You can apply the same logic to the tubes, bellows, and similar devices you normally use. If you can’t do a full inner lining, placing interstitial light traps like this can greatly reduce the chance that inner-surface reflections will make it across to the sensor. But let me remind you: if you leave the opening too small, you can cause vignetting. With a few trials it’s not hard to dial in the right size.
We’re a bit luckier with APS-C cameras in terms of vignetting, since the sensor is smaller; you can leave the trap openings in tubes and bellows a bit smaller.
Lining the inner surfaces of lens adapters
This part is more relevant to friends using mirrorless bodies. After moving to a Sony A7 II body, I started buying all kinds of adapters so I could use the equipment I already had. Since I found it odd to pay over $100 for a tiny hollow metal ring, I turned to Chinese adapters around $15–$20. I still avoided the absolute cheapest ones, of course—not that far 🙂
When the adapters started arriving, I encountered frightening levels of internal reflection, even in the best-made ones. So my suspicions were spot on. Thankfully I had prepped all the materials: velvet paper, pen, ruler, scissors. With the exception of one, the job was done in one sitting. But one of them turned out to be a bit stubborn, so I chose that one for the walkthrough.
Despite the excellent workmanship of these branded adapters, they crawl on the floor in the internal reflection test. When we hold one as above and look at the inner surface, it’s immediately clear it has the potential to ruin our photo. We need to address this surface right away.
After the first attempts it became clear the job would be tricky. The inside of the adapter isn’t cylindrical; it’s a frustum (a truncated cone). So when we cut a rectangular piece of paper and slide it in, it just won’t sit against the surface. To solve this I had to design a truncated-cone pattern on the computer after three tries. Once I printed, cut, and tweaked the templates to the correct size, I traced two inner-lining pieces onto velvet paper and cut them out.
The notch on the main piece is to clear the aperture lever. The thin second piece will cover the smaller-diameter section on the mount side. The dimensions are so precise that when you insert these paper parts into the adapter you won’t need glue. When the two lateral edges meet, they’ll lock together tightly.
Meanwhile I noticed the cut edges of the paper are visible to the lens and sensor. And even though they’re thin, white paper is quite reflective. So, taking meticulousness a bit too far, I colored the cut edges of the velvet paper completely with a black marker so no white remained.

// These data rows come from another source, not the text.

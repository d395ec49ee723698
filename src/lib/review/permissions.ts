import type { Role } from '../schema/group';

/** Everything that a person may be allowed to do. Named subject.verb; one table decides. */
export const ACTIONS = [
  'group.read',
  'group.edit',
  'member.manage',
  'audit.read',
  'study.read',
  'study.create',
  'study.edit',
  'study.delete',
  'study.share',
  'run.upload',
  'run.manage',
  'tree.build',
  'tree.edit',
  'claim.decide',
  'remark.write',
  'remark.resolve',
  'review.request',
  'review.decide',
  'report.draft',
  'report.approved'
] as const;
export type Action = (typeof ACTIONS)[number];

const READ: Action[] = ['group.read', 'study.read', 'report.approved'];
const ANNOTATE: Action[] = [
  ...READ,
  'study.create',
  'study.edit',
  'run.upload',
  'run.manage',
  'tree.build',
  'tree.edit',
  'claim.decide',
  'remark.write',
  'remark.resolve',
  'review.request',
  'report.draft'
];

/** What each role may do. A guest's `study.read` holds only for the studies opened to them (see auth/authorize.ts). */
export const PERMISSIONS: Readonly<Record<Role, ReadonlySet<Action>>> = {
  guest: new Set<Action>(['study.read', 'report.approved']),
  reviewer: new Set<Action>([...READ, 'remark.write', 'remark.resolve', 'review.decide', 'report.draft']),
  annotator: new Set<Action>(ANNOTATE),
  lead: new Set<Action>([
    ...ANNOTATE,
    'group.edit',
    'member.manage',
    'audit.read',
    'study.delete',
    'study.share',
    'review.decide'
  ])
};

/** @returns whether the role may do the action at all */
export const may = (role: Role, action: Action): boolean => PERMISSIONS[role].has(action);
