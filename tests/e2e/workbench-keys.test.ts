import type { Page } from 'playwright-core';
import { afterAll, beforeAll, describe, expect, it } from 'vitest';
import { inventedFile, mzText } from './support/invented-run';
import { buildOnlyTree, hydrated, inspector, ionGrid, ionRow, open, openTree, uploadRun } from './support/pages';
import { openWorld, type World } from './support/world';

let world: World;
let page: Page;
let tree = '';

beforeAll(async () => {
  world = await openWorld();
  page = await world.as(world.people.annotator);
  await uploadRun(page, world.study, 'fraction-7.mzML', inventedFile());
  tree = await buildOnlyTree(page);
});
afterAll(() => world?.close());

const selected = () => ionGrid(page).locator('[role=row][aria-selected=true]');
const cell = async (column: number): Promise<string> => selected().getByRole('gridcell').nth(column).innerText();
const state = (words: string) => selected().filter({ hasText: words }).waitFor();
/** What is written of the selected ion: its m/z as the table has it. */
const selectedMz = () => cell(0);
const ionInAddress = () => new URL(page.url()).searchParams.get('ion');

describe('keys in the ion table', () => {
  it('arrows move, Home and End jump', async () => {
    await openTree(page, tree);
    await ionGrid(page).focus();
    await page.keyboard.press('ArrowDown');
    const top = await selectedMz();
    await page.keyboard.press('ArrowDown');
    const next = await selectedMz();
    expect(Number(next)).toBeLessThan(Number(top));
    await page.keyboard.press('ArrowUp');
    expect(await selectedMz()).toBe(top);
    await page.keyboard.press('End');
    expect(await selectedMz()).toBe(mzText('C8H7O2'));
    await page.keyboard.press('Home');
    expect(await selectedMz()).toBe(top);
  });

  it('Enter confirms, U takes it back, Delete rejects, U takes that back too', async () => {
    await ionRow(page, mzText('C16H16NO3')).click();
    await ionGrid(page).focus();
    await state('proposed');
    await page.keyboard.press('Enter');
    await state('confirmed');
    await inspector(page).getByText('confirmed by annotator').waitFor();
    await page.keyboard.press('u');
    await state('proposed');
    await page.keyboard.press('Delete');
    await state('rejected');
    await inspector(page).getByText('rejected by annotator').waitFor();
    await page.keyboard.press('U');
    await state('proposed');
    await inspector(page).getByText('undid the last decision').first().waitFor();
    await page.reload();
    await hydrated(page);
    await state('proposed');
    expect(await selectedMz()).toBe(mzText('C16H16NO3'));
  });

  it('quick keys one after the other all arrive', async () => {
    await page.keyboard.press('Escape');
    await ionGrid(page).focus();
    await page.keyboard.press('Home');
    const rows: string[] = [];
    for (let i = 0; i < 3; i++) {
      rows.push(await selectedMz());
      await page.keyboard.press('Enter');
      await page.keyboard.press('ArrowDown');
    }
    for (const mz of rows) await ionRow(page, mz).filter({ hasText: 'confirmed' }).waitFor();
    await page.reload();
    await hydrated(page);
    for (const mz of rows) await ionRow(page, mz).filter({ hasText: 'confirmed' }).waitFor();
    expect(new Set(rows).size).toBe(3);
  });

  it('keys typed into a remark decide nothing', async () => {
    await ionRow(page, mzText('C9H12NO2')).click();
    const field = page.getByLabel(/^Write a remark on m\/z/);
    await field.fill('Why');
    await field.press('Enter');
    await field.press('u');
    expect(await field.inputValue()).toBe('Why\nu');
    await field.fill('');
    await state('proposed');
  });

  it('? lists the keys', async () => {
    await ionGrid(page).focus();
    await page.keyboard.press('?');
    const help = page.getByRole('dialog', { name: /keys/i });
    expect(await help.innerText()).toMatch(/Enter[^]*confirm/i);
    await page.keyboard.press('Escape');
    await help.waitFor({ state: 'hidden' });
  });
});

describe('the selection', () => {
  it('is the same in table, cascade, inspector and address, and survives a reload', async () => {
    const mz = mzText('C9H12NO2');
    await openTree(page, tree);
    await ionRow(page, mz).click();
    await inspector(page).getByText(mz).first().waitFor();
    await page.waitForURL(/[?&]ion=\d+/);
    const ion = ionInAddress();
    await page.reload();
    await hydrated(page);
    await selected().waitFor();
    expect(await selectedMz()).toBe(mz);
    expect(ionInAddress()).toBe(ion);
    await inspector(page).getByText(mz).first().waitFor();
  });

  it('can be sent to a colleague', async () => {
    const colleague = await world.as(world.people.reviewer);
    await open(colleague, page.url());
    await inspector(colleague).getByText(mzText('C9H12NO2')).first().waitFor();
    expect(await ionGrid(colleague).locator('[aria-selected=true]').count()).toBe(1);
  });

  it('follows to another spectrum through the list of where the ion was seen', async () => {
    await ionRow(page, mzText('C16H14NO2')).click();
    const before = ionInAddress();
    const other = inspector(page).getByRole('button', { name: /MS3/ }).first();
    await other.click();
    await page.waitForFunction((was) => new URLSearchParams(location.search).get('ion') !== was, before);
    await page
      .getByRole('region', { name: 'Ion table' })
      .getByText(`MS3 ${mzText('C17H18NO3')}`)
      .waitFor();
    expect(await selectedMz()).toBe(mzText('C16H14NO2'));
  });

  it('Escape takes it away', async () => {
    await ionGrid(page).focus();
    await page.keyboard.press('Escape');
    await page.waitForURL((url) => !url.searchParams.has('ion'));
    expect(await selected().count()).toBe(0);
  });
});

describe('light and dark', () => {
  const background = () => page.evaluate(() => getComputedStyle(document.documentElement).backgroundColor);
  const brightness = (colour: string) => [...colour.matchAll(/\d+/g)].slice(0, 3).map(Number);

  it('is chosen on the account page, holds after a reload and follows the system otherwise', async () => {
    await open(page, '/account');
    await page.getByRole('radio', { name: 'Dark' }).check();
    await page.reload();
    expect(await page.locator('html').getAttribute('data-theme')).toBe('dark');
    expect(Math.max(...brightness(await background()))).toBeLessThan(80);
    await hydrated(page);
    await page.getByRole('radio', { name: 'Light' }).check();
    expect(await page.locator('html').getAttribute('data-theme')).toBe('light');
    expect(Math.min(...brightness(await background()))).toBeGreaterThan(180);
    await page.getByRole('radio', { name: 'As the system' }).check();
    await page.emulateMedia({ colorScheme: 'dark' });
    await page.locator('html[data-theme=dark]').waitFor();
    await page.emulateMedia({ colorScheme: 'light' });
    await page.locator('html[data-theme=light]').waitFor();
  });
});

it('no page threw an error of its own', () => {
  expect(world.scriptErrors).toEqual([]);
});
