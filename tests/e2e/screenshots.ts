/**
 * `npm run screenshots [folder]`: a picture of every screen in both themes and two widths, from the demo.
 * Not a test: somebody has to look at them.
 */
import { mkdirSync } from 'node:fs';
import { join, resolve } from 'node:path';
import type { Browser, BrowserContext, Page } from 'playwright-core';
import { root } from '../../src/ops/root.mjs';
import { say } from '../../src/ops/run-quietly.mjs';
import { launchChromium } from '../helpers/chromium';
import { startProduct, type Product } from '../helpers/server';
import { open } from './support/pages';
import { findPlaces, SCREENS, type Places, type Screen } from './support/screens';
import { signIn } from './support/world';

const THEMES = ['light', 'dark'] as const;
const SIZES = [
  { width: 1440, height: 900 },
  { width: 390, height: 844 }
] as const;

type Windows = Map<Screen['as'], BrowserContext>;

/** Waits for fonts, the layout of the graph and running transitions. */
async function settled(page: Page): Promise<void> {
  await page.waitForLoadState('networkidle');
  await page.evaluate(() => document.fonts.ready.then(() => undefined));
  await page.evaluate(() => Promise.all(document.getAnimations().map((animation) => animation.finished)).then(() => 0));
}

/** A signed-in window for each person of the demo, and one for a stranger. */
async function openWindows(browser: Browser, product: Product, theme: (typeof THEMES)[number]): Promise<Windows> {
  const windows: Windows = new Map();
  for (const as of ['stranger', 'annotator', 'reviewer', 'lead', 'guest'] as const) {
    const context = await browser.newContext({ baseURL: product.origin, colorScheme: theme, reducedMotion: 'reduce' });
    context.setDefaultTimeout(20_000);
    windows.set(as, context);
    const account = product.accounts.find(({ email }) => email.startsWith(as));
    if (!account) continue;
    const page = await context.newPage();
    await signIn(page, account.email, account.password);
    await page.waitForURL((url) => url.pathname === '/');
    await page.close();
  }
  return windows;
}

async function take(context: BrowserContext, screen: Screen, places: Places, file: (width: number) => string) {
  for (const size of SIZES) {
    const page = await context.newPage();
    await page.setViewportSize(size);
    await open(page, screen.path(places));
    await screen.then?.(page);
    await settled(page);
    await page.screenshot({ path: file(size.width), fullPage: true });
    await page.close();
  }
}

const folder = resolve(process.argv[2] ?? join(root, '.test-data', 'screenshots'));
mkdirSync(folder, { recursive: true });
const product = await startProduct({ demo: true });
const browser = await launchChromium();
let failed = 0;
try {
  for (const theme of THEMES) {
    const windows = await openWindows(browser, product, theme);
    const places = await findPlaces(windows.get('lead')!, product);
    for (const screen of SCREENS)
      try {
        await take(windows.get(screen.as)!, screen, places, (width) =>
          join(folder, `${screen.name}-${theme}-${width}.png`)
        );
      } catch (error) {
        failed++;
        say(`${screen.name} (${theme}): ${error instanceof Error ? error.message : String(error)}`);
      }
    for (const context of windows.values()) await context.close();
  }
} finally {
  await browser.close();
  await product.stop();
}
say(`${SCREENS.length * THEMES.length * SIZES.length - failed * SIZES.length} pictures in ${folder}`);
process.exitCode = failed > 0 ? 1 : 0;
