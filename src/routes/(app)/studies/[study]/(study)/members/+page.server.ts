import { z } from 'zod';
import { newShareSchema } from '$lib/schema/review';
import { page } from '$lib/server/edge';
import { submit } from '$lib/server/form';
import { revokeShareLink, shareStudy, studyShareLinks } from '$lib/server/services/share';
import type { Actions, PageServerLoad } from './$types';

export const load: PageServerLoad = ({ locals, params }) =>
  page(async () => ({ links: await studyShareLinks(locals.user, params.study) }));

export const actions: Actions = {
  share: (event) =>
    submit(event, 'share', newShareSchema, async ({ days }) => {
      const { url } = await shareStudy(event.locals.user, event.params.study, days);
      return { url };
    }),
  revoke: (event) =>
    submit(event, 'revoke', z.object({ id: z.string().length(64) }), ({ id }) =>
      revokeShareLink(event.locals.user, event.params.study, id)
    )
};
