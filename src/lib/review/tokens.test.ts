import fc from 'fast-check';
import { describe, expect, it } from 'vitest';
import { paragraphs, tokenise } from './tokens';

const marked = (text: string) =>
  tokenise(text)
    .filter((t) => t.kind !== 'text')
    .map((t) => `${t.kind}:${t.text}`);

describe('tokenise', () => {
  it.each([
    ['Loss of C5H7NO from 301.1547 needs the ring to open.', ['formula:C5H7NO', 'mz:301.1547']],
    ['CO or N2, or C2H4?', ['formula:CO', 'formula:N2', 'formula:C2H4']],
    ['HCN is lost at 204.10.', ['formula:HCN', 'mz:204.10']],
    ['C17H21Cl2N2O3', ['formula:C17H21Cl2N2O3']],
    ['Is 204 seen in MS3? No, in CID 35 only.', []],
    ['Version 1.2.3456 and 10.1021/es5002105', []],
    ['In He I see NO reason', []]
  ])('%s', (text, expected) => {
    expect(marked(text)).toEqual(expected);
  });

  it('loses no character of any text', () => {
    fc.assert(
      fc.property(fc.string(), (text) => {
        expect(
          tokenise(text)
            .map((t) => t.text)
            .join('')
        ).toBe(text);
      })
    );
  });

  it('keeps markup as text', () => {
    expect(tokenise('<b>C2H4</b>').map((t) => t.text)).toEqual(['<b>', 'C2H4', '</b>']);
  });
});

describe('paragraphs', () => {
  it('parts at blank lines and keeps single breaks', () => {
    expect(paragraphs('one\r\ntwo\r\n\r\n\r\nthree\n')).toEqual(['one\ntwo', 'three']);
  });
});
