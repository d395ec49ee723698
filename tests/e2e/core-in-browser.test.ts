import { build } from 'esbuild';
import { fileURLToPath } from 'node:url';
import type { Browser } from 'playwright-core';
import { afterAll, beforeAll, expect, it } from 'vitest';
import { launchChromium } from '../helpers/chromium';
import { answerFor } from './support/core-worker';
import { inventedFile, MOLECULE } from './support/invented-run';

let browser: Browser;
beforeAll(async () => {
  browser = await launchChromium();
});
afterAll(() => browser?.close());

interface Answer {
  summary: { scanCount: number };
  suggestions: { candidates: { formula: string; adduct: string }[] }[];
}
const SITE = 'http://core.test/';

/** The worker as one file for the browser. @throws Error when the core imports anything of Node */
async function workerScript(): Promise<string> {
  const module = fileURLToPath(new URL('./support/core-worker.ts', import.meta.url));
  const contents = `import { answerFor } from ${JSON.stringify(module)};
    const has = ['document', 'process', 'require'].filter((name) => name in self);
    self.onmessage = ({ data }) => answerFor(data).then(
      (answer) => self.postMessage({ answer, has }),
      (error) => self.postMessage({ error: String(error) })
    );`;
  const { outputFiles } = await build({
    stdin: { contents, resolveDir: fileURLToPath(new URL('.', import.meta.url)) },
    ...{ bundle: true, write: false, platform: 'browser', format: 'iife', target: 'chrome110', logLevel: 'silent' }
  });
  return outputFiles[0].text;
}

it('the core gives in a Web Worker of the browser the same answer as in Node', { timeout: 60_000 }, async () => {
  const file = inventedFile(2);
  const script = await workerScript();
  const page = await browser.newPage();
  await page.route(`${SITE}**`, (route) =>
    route.request().url().endsWith('/worker.js')
      ? route.fulfill({ contentType: 'text/javascript', body: script })
      : route.fulfill({ contentType: 'text/html', body: '<!doctype html><title>core</title>' })
  );
  await page.goto(SITE);
  const reply = await page.evaluate(
    ({ base64, address }) =>
      new Promise<{ answer?: string; has?: string[]; error?: string }>((done, fail) => {
        const worker = new Worker(address);
        worker.onmessage = ({ data }) => done(data);
        worker.onerror = (event) => fail(new Error(event.message));
        worker.postMessage(Uint8Array.from(atob(base64), (c) => c.charCodeAt(0)));
      }),
    { base64: file.toString('base64'), address: `${SITE}worker.js` }
  );
  expect(reply.error).toBeUndefined();
  expect(reply.has).toEqual([]);
  const here = await answerFor(file);
  const { suggestions, summary } = JSON.parse(here) as Answer;
  expect(summary.scanCount).toBe(8);
  expect(suggestions[0].candidates[0]).toMatchObject({ formula: MOLECULE, adduct: '[M+H]+' });
  expect(JSON.parse(reply.answer ?? '')).toEqual(JSON.parse(here));
});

We insert the velvet pieces and voilà—our adapter. Compare this photo, taken with exactly the same light and angle, to the first one. We’ve created an inner surface to make the manufacturer jealous. Our light trap is complete.
Important note
As you can see, the material we used for the light traps has a velvety, fibrous surface. After cutting and trimming, some of those fibers are loose. After cutting, you should give the piece a good shake and blow it off. Even so, some fibers may remain, or more fibers may shed from the weave later on.
There’s nothing between the adapter and the sensor. Over time, if one of these drifts onto your sensor, it will show up in the photo as a thread-like dust mark. If that happens, they’re very easy to remove with a blower. So far (for many years) I haven’t had a problem.
If you’ve been using a DSLR for a long time, you’re already used to sensor dust. Dust gets in constantly when you change lenses. You also likely know how to clean it. If you do occasional sensor cleanings with a blower, you won’t even notice the extra dust that might come from light traps. The reason I’m writing this note is to remind you to keep a blower and use it regularly.